▶ [Work order]: Filter the entries below, keeping every line that has the word "margin".

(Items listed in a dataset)
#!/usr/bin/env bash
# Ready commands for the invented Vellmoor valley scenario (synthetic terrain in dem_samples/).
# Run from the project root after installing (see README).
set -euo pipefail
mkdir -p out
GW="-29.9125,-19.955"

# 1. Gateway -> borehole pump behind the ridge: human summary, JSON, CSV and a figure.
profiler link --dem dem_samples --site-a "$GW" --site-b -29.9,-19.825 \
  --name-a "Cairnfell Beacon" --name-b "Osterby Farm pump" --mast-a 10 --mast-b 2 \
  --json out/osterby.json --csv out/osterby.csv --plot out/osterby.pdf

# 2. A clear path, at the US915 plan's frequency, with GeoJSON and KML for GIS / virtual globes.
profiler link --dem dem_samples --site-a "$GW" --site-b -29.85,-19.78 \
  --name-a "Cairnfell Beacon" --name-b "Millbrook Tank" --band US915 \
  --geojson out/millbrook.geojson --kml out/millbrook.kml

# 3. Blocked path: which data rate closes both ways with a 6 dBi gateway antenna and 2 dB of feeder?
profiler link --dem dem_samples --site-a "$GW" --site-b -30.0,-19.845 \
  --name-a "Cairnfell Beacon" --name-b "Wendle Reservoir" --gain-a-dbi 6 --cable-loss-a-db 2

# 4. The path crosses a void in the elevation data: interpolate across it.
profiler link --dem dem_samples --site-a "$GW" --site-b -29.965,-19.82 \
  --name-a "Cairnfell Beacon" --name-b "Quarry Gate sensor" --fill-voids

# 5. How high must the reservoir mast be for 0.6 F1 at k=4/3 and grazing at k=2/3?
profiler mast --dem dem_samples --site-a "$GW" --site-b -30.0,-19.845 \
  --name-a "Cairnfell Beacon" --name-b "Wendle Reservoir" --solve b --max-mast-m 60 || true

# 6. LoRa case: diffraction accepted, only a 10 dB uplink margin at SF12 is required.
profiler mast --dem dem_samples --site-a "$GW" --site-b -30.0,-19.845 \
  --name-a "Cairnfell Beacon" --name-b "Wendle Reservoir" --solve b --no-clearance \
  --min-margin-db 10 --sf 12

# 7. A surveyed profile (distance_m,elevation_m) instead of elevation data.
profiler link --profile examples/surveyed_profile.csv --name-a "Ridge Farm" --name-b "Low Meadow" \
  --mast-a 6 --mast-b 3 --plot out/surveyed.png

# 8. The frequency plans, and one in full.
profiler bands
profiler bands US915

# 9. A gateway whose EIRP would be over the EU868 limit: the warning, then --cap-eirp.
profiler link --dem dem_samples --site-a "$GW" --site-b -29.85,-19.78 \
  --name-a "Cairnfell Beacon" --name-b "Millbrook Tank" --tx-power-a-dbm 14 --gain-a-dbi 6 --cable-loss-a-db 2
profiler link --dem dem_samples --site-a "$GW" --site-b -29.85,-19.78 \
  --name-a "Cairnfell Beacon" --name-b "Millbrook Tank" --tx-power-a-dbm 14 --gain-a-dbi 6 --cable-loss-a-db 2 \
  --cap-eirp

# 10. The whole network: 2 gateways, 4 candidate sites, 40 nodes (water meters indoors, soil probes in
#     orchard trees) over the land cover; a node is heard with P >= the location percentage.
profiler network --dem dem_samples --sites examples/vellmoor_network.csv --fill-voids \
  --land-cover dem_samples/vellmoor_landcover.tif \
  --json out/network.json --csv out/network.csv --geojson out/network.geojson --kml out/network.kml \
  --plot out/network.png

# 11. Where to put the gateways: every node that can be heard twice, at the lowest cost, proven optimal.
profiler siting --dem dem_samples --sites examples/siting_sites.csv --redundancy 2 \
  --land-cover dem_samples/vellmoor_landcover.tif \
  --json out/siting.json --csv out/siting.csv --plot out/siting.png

▶ [Expected answer]:
# 6. LoRa case: diffraction accepted, only a 10 dB uplink margin at SF12 is required.
  --min-margin-db 10 --sf 12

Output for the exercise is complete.